**YOUR TASK**: In the records, each line holding "when" must be reported.

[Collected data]
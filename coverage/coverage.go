// Package coverage checks the stated 90 % intervals of the measurements
// against the truth on rendered printouts: each case of the seeded bench
// suite (samples.NewSuiteCase) is drawn, encoded as a file, decoded and
// run through the whole pipeline, and its findings are compared with the
// measurement engine's findings on the exact signals the picture was
// drawn from. It also fits the picture-error model (axis.PictureModel)
// so that the intervals hold 90 % of the truth.
//
// Not a diagnostic device; every measurement is to be reviewed by a
// qualified clinician.
package coverage

import (
	"context"
	"fmt"
	"io"
	"math"
	"os"
	"path/filepath"
	"sort"
	"strings"

	"tracelift/axis"
	"tracelift/pipeline"
	"tracelift/record"
	"tracelift/samples"
)

// Measures lists the measurements checked, by their JSON names.
var Measures = []string{"heart_rate_bpm", "pr", "qrs", "qt", "qtc_bazett", "qrs_deg"}

// Meas is one measurement of one case.
type Meas struct {
	Est, Lo, Hi float64 // value and 90 % interval
	// Truth is the generator's value for a dipole record (its rate,
	// intervals and QRS axis) and the engine's reading of the exact
	// signals for a real record, which has no other truth.
	Truth float64
	// Exact is always the engine's reading of the exact signals the
	// picture was drawn from: its difference is the picture's alone.
	Exact     float64
	EngineSD  float64 // the engine's own share (axis.Findings.SpreadSD)
	PictureSD float64 // the picture's share, at the model in use
	// Unit is the picture's share at a model size of 1 and a factor of 1
	// (axis.Findings.PictureUnitSD), for refitting the model.
	Unit float64
}

// Err is est − truth (wrapped to ±180° for angles).
func (m Meas) Err(measure string) float64 { return diff(measure, m.Est, m.Truth) }

func diff(measure string, a, b float64) float64 {
	d := a - b
	if measure == "qrs_deg" {
		d = math.Mod(d+540, 360) - 180
	}
	return d
}

// Case is one rendered page and what became of it.
type Case struct {
	N         int
	Condition string
	Source    string
	Layout    string
	Err       string
	Verdict   pipeline.Level
	Reasons   []string
	Meas      map[string]Meas
	// GeneratorAxisDeg is the dipole's own QRS axis (NaN for a real
	// record), for a second look at the axis's coverage.
	GeneratorAxisDeg float64
	// Page is what the pipeline knew of the page (pipeline.PictureFacts)
	// and MeanConf the mean lead confidence the measurements used: the
	// inputs of each measurement's picture factor.
	Page     axis.Picture
	MeanConf float64
	// Doubts are what the measurements said against themselves
	// (axis.Findings.TimeScaleRatio, axis.RateDisagrees).
	Doubts axis.Doubts
}

// Run draws and measures cases [from, from+n) of the suite for seed.
// real, when not nil, is drawn in every fourth case (as the bench does).
func Run(seed int64, from, n int, conds []string, real *record.Record, model *axis.PictureModel, progress io.Writer) []Case {
	var out []Case
	for i := from; i < from+n; i++ {
		c := runCase(seed, i, conds, real, model)
		if progress != nil {
			fmt.Fprintf(progress, "case %3d %-9s %-6s %-12s %s\n", i, c.Condition, c.Layout, c.Verdict, c.Err)
		}
		out = append(out, c)
	}
	return out
}

func runCase(seed int64, i int, conds []string, real *record.Record, model *axis.PictureModel) Case {
	sc := samples.NewSuiteCase(seed, i, conds, real)
	c := Case{N: i, Condition: sc.Condition, Source: sc.Source, Layout: string(sc.Style.Layout), GeneratorAxisDeg: math.NaN()}
	if sc.Dipole != nil {
		c.GeneratorAxisDeg = sc.Dipole.QRSAxisDeg
	}
	po, err := sc.Printout()
	if err != nil {
		c.Err = err.Error()
		return c
	}
	name, data, err := sc.File(po)
	if err != nil {
		c.Err = err.Error()
		return c
	}
	// Read as digitize and the bench read a file: a document of several
	// pages (a fax with its cover sheet) is searched for its ECG page.
	dir, err := os.MkdirTemp("", "tracelift-coverage-")
	if err != nil {
		c.Err = err.Error()
		return c
	}
	defer os.RemoveAll(dir)
	path := filepath.Join(dir, name)
	if err := os.WriteFile(path, data, 0o600); err != nil {
		c.Err = err.Error()
		return c
	}
	opt := pipeline.Options{FindPage: true}
	opt.Measure.Picture.Model = model
	o, err := pipeline.Process(context.Background(), path, opt)
	if err != nil {
		c.Err = err.Error()
		c.Verdict = pipeline.NotReadable
		return c
	}
	c.Verdict = o.Verdict.Level
	for _, r := range o.Verdict.Reasons {
		c.Reasons = append(c.Reasons, r.Code)
	}
	if o.Findings == nil {
		return c
	}
	c.Page, c.MeanConf = pipeline.PictureFacts(o.Calib, o.Digitized), o.Findings.MeanLeadConfidence
	c.Doubts = axis.Doubts{TimeRatio: o.Findings.TimeScaleRatio, Rate: axis.RateDisagrees(o.Findings)}
	truth, err := axis.Measure(sc.Record, axis.Options{})
	if err != nil {
		c.Err = "truth: " + err.Error()
		return c
	}
	c.Meas = Compare(o.Findings, truth)
	if d := sc.Dipole; d != nil {
		rr := 60 / d.HeartRateBPM
		gen := map[string]float64{"heart_rate_bpm": d.HeartRateBPM, "pr": d.PRms, "qrs": d.QRSms, "qt": d.QTms,
			"qtc_bazett": d.QTms / math.Sqrt(rr), "qrs_deg": d.QRSAxisDeg}
		for k, m := range c.Meas {
			m.Truth = gen[k]
			c.Meas[k] = m
		}
	}
	return c
}

// Compare pairs each measure of est with its interval and the truth.
func Compare(est, truth *axis.Findings) map[string]Meas {
	out := map[string]Meas{}
	put := func(name string, v axis.Num, ci [2]axis.Num, tv axis.Num) {
		if !v.OK() || !ci[0].OK() || !tv.OK() {
			return
		}
		m := Meas{Est: float64(v), Lo: float64(ci[0]), Hi: float64(ci[1]), Truth: float64(tv), Exact: float64(tv),
			EngineSD: float64(est.SpreadSD[name]), PictureSD: float64(est.PictureSD[name]), Unit: float64(est.PictureUnitSD[name])}
		if !est.SpreadSD[name].OK() {
			m.EngineSD = 0
		}
		if !est.PictureUnitSD[name].OK() {
			m.Unit = 0
		}
		out[name] = m
	}
	iv, tv := est.IntervalsMS, truth.IntervalsMS
	put("heart_rate_bpm", est.HeartRateBPM, est.HeartRateCI90, truth.HeartRateBPM)
	put("pr", iv.PR, iv.PRCI90, tv.PR)
	put("qrs", iv.QRS, iv.QRSCI90, tv.QRS)
	put("qt", iv.QT, iv.QTCI90, tv.QT)
	put("qtc_bazett", iv.QTcBazett, iv.QTcBazettCI90, tv.QTcBazett)
	put("qrs_deg", est.Axis.QRSDeg, est.Axis.QRSDegCI90, truth.Axis.QRSDeg)
	return out
}

// covered reports whether the interval holds the truth (on the circle
// for the axis, whose intervals are symmetric).
func covered(measure string, m Meas) bool {
	if isAngle(measure) {
		h := (m.Hi - m.Lo) / 2
		return math.Abs(m.Err(measure)) <= h+1e-9
	}
	return m.Lo-1e-9 <= m.Truth && m.Truth <= m.Hi+1e-9
}

// Exact returns the cases with the truth replaced by the engine's
// reading of the exact signals.
func Exact(cases []Case) []Case {
	out := make([]Case, len(cases))
	for i, c := range cases {
		c.Meas = map[string]Meas{}
		for k, m := range cases[i].Meas {
			m.Truth = m.Exact
			c.Meas[k] = m
		}
		out[i] = c
	}
	return out
}

// Coverage is the share of cases whose interval holds the truth.
type Coverage struct {
	N, Held int
}

// Share is Held/N, NaN when N is 0.
func (c Coverage) Share() float64 {
	if c.N == 0 {
		return math.NaN()
	}
	return float64(c.Held) / float64(c.N)
}

// Tally counts coverage per measure over the cases that pass keep.
func Tally(cases []Case, keep func(Case) bool) map[string]Coverage {
	out := map[string]Coverage{}
	for _, c := range cases {
		if !keep(c) {
			continue
		}
		for name, m := range c.Meas {
			cv := out[name]
			cv.N++
			if covered(name, m) {
				cv.Held++
			}
			out[name] = cv
		}
	}
	return out
}

// Readable keeps the cases whose verdict lets them be read.
func Readable(c Case) bool { return c.Err == "" && c.Verdict != pipeline.NotReadable }

// Table writes the coverage by measurement and condition over the pages
// that may be read, and the verdicts by condition.
func Table(w io.Writer, cases []Case, conds []string) {
	CoverageTable(w, cases, conds, "the true value: the generator's for dipole records, the engine on the exact signals for real ones")
	fmt.Fprintln(w)
	CoverageTable(w, Exact(cases), conds, "the engine's reading of the exact signals (the picture's error alone)")
	fmt.Fprintln(w)
	HalfWidths(w, cases, conds)
	Verdicts(w, cases, conds)
}

// CoverageTable writes the coverage by measurement and condition over
// the pages that may be read.
func CoverageTable(w io.Writer, cases []Case, conds []string, against string) {
	groups := append(append([]string(nil), conds...), "all")
	fmt.Fprintf(w, "90 %% interval coverage against %s\n(pages not marked not_readable; target 85-97 %%; cases in brackets)\n%-10s", against, "condition")
	for _, m := range Measures {
		fmt.Fprintf(w, " %14s", m)
	}
	fmt.Fprintln(w)
	for _, g := range groups {
		in := func(c Case) bool { return g == "all" || c.Condition == g }
		t := Tally(cases, func(c Case) bool { return in(c) && Readable(c) })
		fmt.Fprintf(w, "%-10s", g)
		for _, m := range Measures {
			cv := t[m]
			fmt.Fprintf(w, " %5.1f%% (%3d)  ", 100*cv.Share(), cv.N)
		}
		fmt.Fprintln(w)
	}
}

// Verdicts writes the count of pages by verdict and condition, and how
// often each reason was given.
func Verdicts(w io.Writer, cases []Case, conds []string) {
	groups := append(append([]string(nil), conds...), "all")
	fmt.Fprintf(w, "\nverdicts\n%-10s %6s %6s %13s %7s\n", "condition", "ready", "care", "not_readable", "failed")
	for _, g := range groups {
		var r, ca, nr, f int
		for _, c := range cases {
			if g != "all" && c.Condition != g {
				continue
			}
			switch {
			case c.Err != "":
				f++
			case c.Verdict == pipeline.Ready:
				r++
			case c.Verdict == pipeline.Care:
				ca++
			default:
				nr++
			}
		}
		fmt.Fprintf(w, "%-10s %6d %6d %13d %7d\n", g, r, ca, nr, f)
	}
	// Reasons, for tuning the verdict.
	count := map[string]int{}
	for _, c := range cases {
		for _, r := range c.Reasons {
			count[r]++
		}
	}
	var keys []string
	for k := range count {
		keys = append(keys, k)
	}
	sort.Strings(keys)
	var parts []string
	for _, k := range keys {
		parts = append(parts, fmt.Sprintf("%s %d", k, count[k]))
	}
	fmt.Fprintf(w, "reasons: %s\n", strings.Join(parts, ", "))
}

**RESULT FOR THIS TASK**:
// real, when not nil, is drawn in every fourth case (as the bench does).
// Share is Held/N, NaN when N is 0.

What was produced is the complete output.